= Stored data entries =

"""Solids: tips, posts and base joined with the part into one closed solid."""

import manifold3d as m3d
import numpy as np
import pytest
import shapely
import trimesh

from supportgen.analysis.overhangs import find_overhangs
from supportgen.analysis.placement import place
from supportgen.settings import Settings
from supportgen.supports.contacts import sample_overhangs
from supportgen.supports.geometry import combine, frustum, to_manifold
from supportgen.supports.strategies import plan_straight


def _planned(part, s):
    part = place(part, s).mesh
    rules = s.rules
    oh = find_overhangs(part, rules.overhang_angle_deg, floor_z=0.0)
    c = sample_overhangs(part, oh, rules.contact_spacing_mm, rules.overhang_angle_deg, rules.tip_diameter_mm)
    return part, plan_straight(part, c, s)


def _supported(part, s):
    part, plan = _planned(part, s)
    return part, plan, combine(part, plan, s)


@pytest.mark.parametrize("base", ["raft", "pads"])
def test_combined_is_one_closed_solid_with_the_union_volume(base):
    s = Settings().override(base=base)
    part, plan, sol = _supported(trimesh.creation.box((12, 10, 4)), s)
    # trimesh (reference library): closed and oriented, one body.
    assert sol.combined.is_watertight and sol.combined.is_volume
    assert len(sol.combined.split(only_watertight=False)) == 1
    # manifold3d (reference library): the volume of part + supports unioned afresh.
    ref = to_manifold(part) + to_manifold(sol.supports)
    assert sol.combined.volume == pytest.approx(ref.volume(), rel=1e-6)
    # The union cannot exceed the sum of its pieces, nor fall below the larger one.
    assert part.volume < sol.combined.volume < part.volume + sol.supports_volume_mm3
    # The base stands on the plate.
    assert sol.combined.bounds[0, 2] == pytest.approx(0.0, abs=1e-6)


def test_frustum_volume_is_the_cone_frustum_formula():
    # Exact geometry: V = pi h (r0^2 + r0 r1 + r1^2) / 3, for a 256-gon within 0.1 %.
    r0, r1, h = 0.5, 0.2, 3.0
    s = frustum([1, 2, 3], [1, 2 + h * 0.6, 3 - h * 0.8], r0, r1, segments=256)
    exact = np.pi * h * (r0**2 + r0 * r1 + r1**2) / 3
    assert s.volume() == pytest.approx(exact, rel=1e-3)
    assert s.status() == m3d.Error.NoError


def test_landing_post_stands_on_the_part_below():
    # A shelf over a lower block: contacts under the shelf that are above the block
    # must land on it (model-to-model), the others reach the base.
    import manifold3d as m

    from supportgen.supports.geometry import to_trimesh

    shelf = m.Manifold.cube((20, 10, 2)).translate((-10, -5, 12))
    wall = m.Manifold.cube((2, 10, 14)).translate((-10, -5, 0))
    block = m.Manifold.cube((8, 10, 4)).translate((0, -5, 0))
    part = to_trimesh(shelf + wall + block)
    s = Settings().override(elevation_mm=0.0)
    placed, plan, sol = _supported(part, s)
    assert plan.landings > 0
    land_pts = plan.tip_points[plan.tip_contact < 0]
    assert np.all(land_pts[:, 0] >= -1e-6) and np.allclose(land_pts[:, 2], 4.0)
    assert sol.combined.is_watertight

= Instructions for the task =
The lines needed are the ones from the first line of the entries through the line that contains "return part, plan, combine(part, plan, s)", given again without any change.

= Worked solution =
"""Solids: tips, posts and base joined with the part into one closed solid."""

import manifold3d as m3d
import numpy as np
import pytest
import shapely
import trimesh

from supportgen.analysis.overhangs import find_overhangs
from supportgen.analysis.placement import place
from supportgen.settings import Settings
from supportgen.supports.contacts import sample_overhangs
from supportgen.supports.geometry import combine, frustum, to_manifold
from supportgen.supports.strategies import plan_straight


def _planned(part, s):
    part = place(part, s).mesh
    rules = s.rules
    oh = find_overhangs(part, rules.overhang_angle_deg, floor_z=0.0)
    c = sample_overhangs(part, oh, rules.contact_spacing_mm, rules.overhang_angle_deg, rules.tip_diameter_mm)
    return part, plan_straight(part, c, s)


def _supported(part, s):
    part, plan = _planned(part, s)
    return part, plan, combine(part, plan, s)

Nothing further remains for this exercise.